As the concept of large data has warmed up, Hadoop has been in the people's eye for some time as the most representative technology. The entire Hadoop ecosystem is developing at a rapid pace, with new features or new tools being generated almost every day. Although there are some minor changes, such as the more perfect support for scheduling in Oozie, or some still in development, such as support for NFS. There are also some very cool features, such as providing complete support for cpython in pig. But in my opinion, these are not as revolutionary as the yarn in Hadoop 2.0.
As we all know, Hadoop has two core components, namely HDFS (Distributed File System) and MapReduce architecture (distributed processing Platform). The advent of yarn, in turn, transforms Hadoop from a distributed processing architecture into a distributed operating system.
The word "operating system" may be a lot of users spit slot, is not exaggerated point? Here I would like to quote computer Daniel Andrew S.tanenbaum's definition of the OS in the book Modern operating system, which includes:
a virtual machine: the role of the operating system is to provide users with an extended computer or virtual machine environment, which makes it easier for users to program in the underlying hardware a resource manager: The operating system is to provide an orderly, controllable allocation of resources for processors, memory, IO devices, etc. For use by various programs.

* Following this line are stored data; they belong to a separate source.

"""Normals of sites in space from where their neighbours stand, and signs that follow one another.

A normal is a line: its sign is arbitrary site by site, and cancels from every closed path. What
does not cancel is whether it comes back reversed round the ring.
"""

from __future__ import annotations

import numpy as np
from scipy.sparse import coo_array
from scipy.sparse.csgraph import breadth_first_order, connected_components, minimum_spanning_tree

from ribbon.errors import BadInput
from ribbon.lattice.network import Bonds, BoolArray
from ribbon.lattice.strip import FloatArray, IntArray

__all__ = ["normals_from_geometry", "orient_normals"]

STRAIGHT = 1e-6
"""Two bonds whose directions are this close to one line span no plane."""


def normals_from_geometry(positions: FloatArray, bonds: Bonds) -> FloatArray:
    """Unit normal of every site from its first neighbours, shape (n, 3); signs are arbitrary.

    Three bonds: the direction that makes equal angles with them (the axis of the pi orbital,
    Haddon, Acc. Chem. Res. 21, 243 (1988), recalled from memory); more: the direction whose
    cosines with them vary least. Two bonds: the normal of their plane. One bond, or two in one
    line: the neighbour's normal, made orthogonal to the bond. ``positions`` (n, 3) in nm.
    Raises `BadInput` for places in a plane's coordinates, bonds of no length and lone sites.

    >>> from ribbon.lattice.network import Network
    >>> bent = np.array([[1.0, 0, 0], [0, 0, 0], [0, 1, 0]])
    >>> chain = Network.from_pairs([(0, 1), (1, 2)], positions=bent)
    >>> np.abs(normals_from_geometry(bent, chain.bonds)[:, 2])
    array([1., 1., 1.])
    """
    first = bonds.select(bonds.shell == 1)
    site, far, unit = _darts(positions, first)
    count = np.bincount(site, minlength=len(positions))
    if count.min() == 0:
        lone = int(np.argmin(count))
        raise BadInput(f"site {lone} has no first neighbours, so its normal is not known; give it")
    normals, known = _least_varying(site, unit, count)
    _from_plane(normals, known, site, unit)
    while not known.all():
        ready = known[far] & ~known[site]
        if not ready.any():
            _from_shape(normals, known, positions, (site, unit))
            continue
        owner, one = np.unique(site[ready], return_index=True)
        normals[owner] = _across(normals[far[ready][one]], unit[ready][one])
        known[owner] = True
    return normals


def orient_normals(normals: FloatArray, bonds: Bonds) -> tuple[FloatArray, IntArray]:
    """Normals with signs that follow one another, and the bonds across which they cannot.

    Signs are carried along a spanning tree of the first-neighbour bonds, over the least tilted
    ones first, from the lowest site of each piece, which keeps its own. The second array holds
    the numbers of the first-neighbour bonds (places in ``bonds``) whose ends then point to
    opposite sides: none for a two-sided band, a cut across the ring for a one-sided one.

    >>> from ribbon.lattice.network import Network
    >>> ring = Network.from_pairs([(0, 1), (1, 2), (2, 0)], sites=3)
    >>> up = np.array([[0.0, 0, 1], [0, 0, -1], [0, 0, 1]])
    >>> orient_normals(up, ring.bonds)[0][:, 2], orient_normals(up, ring.bonds)[1].size
    (array([1., 1., 1.]), 0)
    """
    n = len(normals)
    chosen = np.flatnonzero((bonds.shell == 1) & (bonds.tail != bonds.head))
    tail, head = bonds.tail[chosen], bonds.head[chosen]
    overlap = np.einsum("ij,ij->i", normals[tail], normals[head])
    parent = _spanning_tree(n, (tail, head), 2.0 - np.abs(overlap))
    sign = np.where(np.einsum("ij,ij->i", normals, normals[parent]) < 0, -1.0, 1.0)
    while np.any(parent != parent[parent]):  # pointer doubling: signs multiply up to the root
        sign *= sign[parent]
        parent = parent[parent]
    agree = overlap * sign[tail] * sign[head]
    return np.asarray(normals * sign[:, None]), chosen[agree < 0]


def _darts(positions: FloatArray, bonds: Bonds) -> tuple[IntArray, IntArray, FloatArray]:
    """Both ways along every bond: site, neighbour, unit vector from the one to the other."""
    if positions.ndim != 2 or positions.shape[1] != 3:
        raise BadInput(f"positions have the shape {positions.shape}; normals need (n, 3), in nm")
    step = positions[bonds.head] - positions[bonds.tail]
    long = np.linalg.norm(step, axis=1)
    if bonds.m and not long.min() > 0:
        place = int(np.argmin(long))
        raise BadInput(
            f"sites {bonds.tail[place]} and {bonds.head[place]} are bonded but stand on one place; "
            "expected a bond of some length"
        )
    unit = step / long[:, None]
    site = np.concatenate([bonds.tail, bonds.head])
    far = np.concatenate([bonds.head, bonds.tail])
    return site, far, np.concatenate([unit, -unit])


def _summed(site: IntArray, values: FloatArray, n: int) -> FloatArray:
    """Sums of rows by site, shape (n, k)."""
    return np.stack([np.bincount(site, column, minlength=n) for column in values.T], axis=1)


def _least_varying(
    site: IntArray, unit: FloatArray, count: IntArray
) -> tuple[FloatArray, BoolArray]:
    """Normals of sites with three bonds or more, and which sites these are."""
    mean = _summed(site, unit, count.size) / count[:, None]
    off = unit - mean[site]
    outer = np.einsum("ij,ik->ijk", off, off).reshape(-1, 9)
    spread = _summed(site, outer, count.size).reshape(-1, 3, 3)
    size, axes = np.linalg.eigh(spread)
    known = (count >= 3) & (size[:, 1] > STRAIGHT)
    return np.where(known[:, None], axes[:, :, 0], 0.0), known


def _from_plane(
    normals: FloatArray,
    known: BoolArray,
    site: IntArray,
    unit: FloatArray,
) -> None:
    """Normals of sites with two bonds that span a plane."""
    order = np.argsort(site, kind="stable")
    count = np.bincount(site, minlength=len(normals))
    two = np.flatnonzero(count == 2)
    start = (np.cumsum(count) - count)[two]
    across = np.cross(unit[order[start]], unit[order[start + 1]])
    size = np.linalg.norm(across, axis=1)
    good = size > STRAIGHT
    normals[two[good]] = across[good] / size[good, None]
    known[two[good]] = True


def _across(given: FloatArray, along: FloatArray) -> FloatArray:
    """Unit vectors nearest to the given ones that are orthogonal to unit vectors ``along``."""
    across = given - np.einsum("ij,ij->i", given, along)[:, None] * along
    thin = np.linalg.norm(across, axis=1) <= STRAIGHT  # given along the bond: any will do
    across[thin] = np.cross(along[thin], np.eye(3)[np.argmin(np.abs(along[thin]), axis=1)])
    return np.asarray(across / np.linalg.norm(across, axis=1)[:, None])


def _from_shape(
    normals: FloatArray,
    known: BoolArray,
    positions: FloatArray,
    darts: tuple[IntArray, FloatArray],
) -> None:
    """Where no neighbour knows (a straight chain): the direction in which the sites spread least.

    One site of the chain gets it, made orthogonal to its bond; the others take it over.
    """
    site, unit = darts
    first = int(np.flatnonzero(~known)[0])
    centred = positions - positions.mean(axis=0)
    thin = np.linalg.eigh(centred.T @ centred)[1][:, 0]
    normals[first] = _across(thin[None], unit[np.flatnonzero(site == first)[:1]])[0]
    known[first] = True


def _spanning_tree(n: int, ends: tuple[IntArray, IntArray], weight: FloatArray) -> IntArray:
    """Parent of every site in the lightest spanning tree of each piece; roots are their own."""
    graph = coo_array((weight, ends), shape=(n, n)).tocsr()
    # bonds that stand twice have summed weights, of which only the order matters
    tree = minimum_spanning_tree(graph).tocoo()
    _, piece = connected_components(graph, directed=False)
    _, root = np.unique(piece, return_index=True)
    # one more node joins the lowest site of every piece, so that one search finds all
    start = np.full(root.size, n)
    row, column = np.concatenate([tree.row, start]), np.concatenate([tree.col, root])
    joined = coo_array((np.ones(row.size), (row, column)), shape=(n + 1, n + 1)).tocsr()
    parent = breadth_first_order(joined, n, directed=False)[1][:n].astype(np.int64)
    return np.where(parent == n, np.arange(n), parent)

For the first condition, Hadoop has provided support from the start in version 1.0. The appearance of yarn satisfies the second condition. So it seems to me that Hadoop can now be considered a distributed operating system.
Yarn is the resource manager for Hadoop. The previous Hadoop was built on the basis of MapReduce, and although there have been many attempts at computational paradigms, it is still not out of the framework provided by MapReduce. It handles workloads in the form of Jobtracker and Tasktracker and manages server resources, each of which is configured with map and reduce.
In Hadoop 2.0, MapReduce is no longer the only option. It provides a better, more flexible design that separates computational resource processing. For yarn, you can go to the Hortonworks architect Arun Murthy's series of articles, which are very detailed.
It is important to emphasize that the computational resource processing separation mentioned above has been applied to the actual environment and has yielded good results, such as:
Storm on Yarn:twitter The Flow computing framework running on Hadoop (Yahoo) Apache Samza: A project based on YARN, which can be used as a substitute for Storm (Apache) hoya:hbase on YARN , the HBase Deployment Tool (Hortonworks) on the cluster Weave: yarn based encapsulation, Used to simplify application deployment (continuuity) Giraph: Graphics processing System (Apache) Llama: Framework (Cloudera) Spark on Yarn for external servers to obtain resources from Yarn: A memory-based analysis cluster technology tez: Generic, Highly customizable framework for simplifying the creation of data processing tasks in Hadoop, support for small-scale (low latency) and large (high throughput) load (Hortonworks)
In my opinion, the introduction of yarn is revolutionary to Hadoop and can change the rules of the game. And it has moved from theory to practice, not some sort of future concept. In fact, Hadoop 2.0 is officially GA, and users can test yarn directly.